HM Prison Shrewsbury was a Category B/C men's prison in Shrewsbury, Shropshire, England. It closed in March 2013.

The former prison site, on Howard Street, adjacent to Shrewsbury railway station, is near the site of the Dana Gaol, a medieval prison. The name The Dana is still often used for the prison, as well as being the name of the road to one side of the prison and the pedestrian route that runs from near the front of the prison into the town centre via a footbridge over the station. The now disused platform 8 at the station, masked from the opposite platform by a high wall, was used for transporting prisoners between 1868 and the First World War.[citation needed]

A bust of prison reformer John Howard is above the main entrance to the prison. The street leading up to the prison from the main road is also named after him.

Current The Dana Prison, Shrewsbury is open as a tourist attraction. Jailhouse Tours runs guided tours, theme events and experiences, educational days, history days, seasonal events, horror tours and School tours. Jailhouse Tours will continue to manage the site until development work begins on the building in 2017. [1]

History

There has been a prison on the site since 1793, the original building being constructed by Thomas Telford to plans by Shrewsbury architect John Hiram Haycock;[2] the present prison building was constructed in 1877. The prison took female convicts until 1922.[3]

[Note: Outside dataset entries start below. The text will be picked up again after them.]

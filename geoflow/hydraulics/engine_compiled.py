"""The compiled engine of the solver: numba kernels on the packed level tables of a reach
(``packed``), one call per operation for all events and sections (the kernels loop over
sections and events inside). Same operations and results as ``engine_numpy.NumpyEngine``
(WSE within 1e-6 m, same status and flags); sections without level tables (a depth law
for n) are not supported here and use the numpy engine (``solver`` decides).
"""
from __future__ import annotations

import numpy as np

from geoflow.hydraulics.kernel import (
    N_PROPS,
    P_ALPHA,
    P_AREA,
    P_BETA,
    P_CONV,
    P_MOMENT,
    P_OUT,
    P_PART_A,
    P_PART_K,
    P_PERIM,
    P_TOP,
    RULES,
    critical_reach,
    march_piece,
    mixed_overlay,
    properties_reach,
)
from geoflow.hydraulics.packed import pack_reach


def option_array(opts) -> np.ndarray:
    """Solver options in the order of ``kernel`` (O_G .. O_RULE)."""
    return np.array([opts.g, opts.contraction, opts.expansion, opts.tolerance,
                     float(int(opts.max_iterations)), float(RULES.index(opts.friction_slope))])


class CompiledEngine:
    """The compiled implementation on a list of SectionTable that all have level tables."""

    name = "compiled"

    def __init__(self, tables, opts):
        self.reach = pack_reach(tables)
        self.opts, self.opt = opts, option_array(opts)

    def critical(self, q):
        wse, minima = np.empty(q.shape), np.empty(q.shape, dtype=np.int64)
        critical_reach(self.reach, np.ascontiguousarray(q), float(self.opts.g), wse, minima)
        return wse, minima > 1

    def march_piece(self, q, wc, lengths, wse, res, status, i_from, i_to):
        march_piece(self.reach, q, wc, lengths, self.opt, wse, res, status, int(i_from), int(i_to))

    def mixed(self, q, wc, lengths, result, w_up, blocked=None):
        wse, res, status = (a.copy() for a in result)
        sup, jump = np.zeros(q.shape, dtype=bool), np.zeros(q.shape, dtype=bool)
        has_up = w_up is not None
        w_up = np.zeros(q.shape[0]) if w_up is None else np.asarray(w_up, dtype=float)
        blocked = np.zeros(q.shape[1], dtype=bool) if blocked is None else np.asarray(blocked, dtype=bool)
        mixed_overlay(self.reach, q, wc, lengths, self.opt, wse, res, status, w_up, has_up,
                      sup, jump, blocked)
        return (wse, res, status), sup, jump

    def props(self, wse):
        out = np.empty(wse.shape + (N_PROPS,))
        properties_reach(self.reach, np.ascontiguousarray(wse), out)
        one = {"area": P_AREA, "top_width": P_TOP, "wetted_perimeter": P_PERIM,
               "conveyance": P_CONV, "alpha": P_ALPHA, "beta": P_BETA, "first_moment": P_MOMENT}
        p = {k: np.ascontiguousarray(out[..., j]) for k, j in one.items()}
        p["part_area"] = np.ascontiguousarray(out[..., P_PART_A:P_PART_A + 3])
        p["part_conveyance"] = np.ascontiguousarray(out[..., P_PART_K:P_PART_K + 3])
        p["not_contained"] = out[..., P_OUT] > 0.5
        return p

Between 1902 and 1961 the following seven people were executed by hanging within the walls of HMP Shrewsbury for the crime of murder:-

  • Richard Wigley aged 34 yrs on Tuesday, 18 March 1902 (Mary Ellen Bowen [girlfriend])
  • William Griffiths aged 57 yrs on Tuesday, 24 July 1923 (Catherine Hughes [mother])
  • Frank Griffin aged 40 yrs on Thursday, 4 January 1951 (Jane Edge)
  • Harry Huxley aged 43 yrs on Tuesday, 8 July 1952 (Ada Royce [girlfriend])
  • Donald Neil Simon aged 32 years on Thursday, 23 October 1952 (Eunice Simon [estranged wife] & Victor Brades [her lover])[4]
  • Desmond Donald Hooper aged 27 yrs on Tuesday, 26 January 1954 (Betty Smith)
  • George Riley aged 21 yrs on Thursday, 9 February 1961 (Adeline Mary Smith [neighbour])[5]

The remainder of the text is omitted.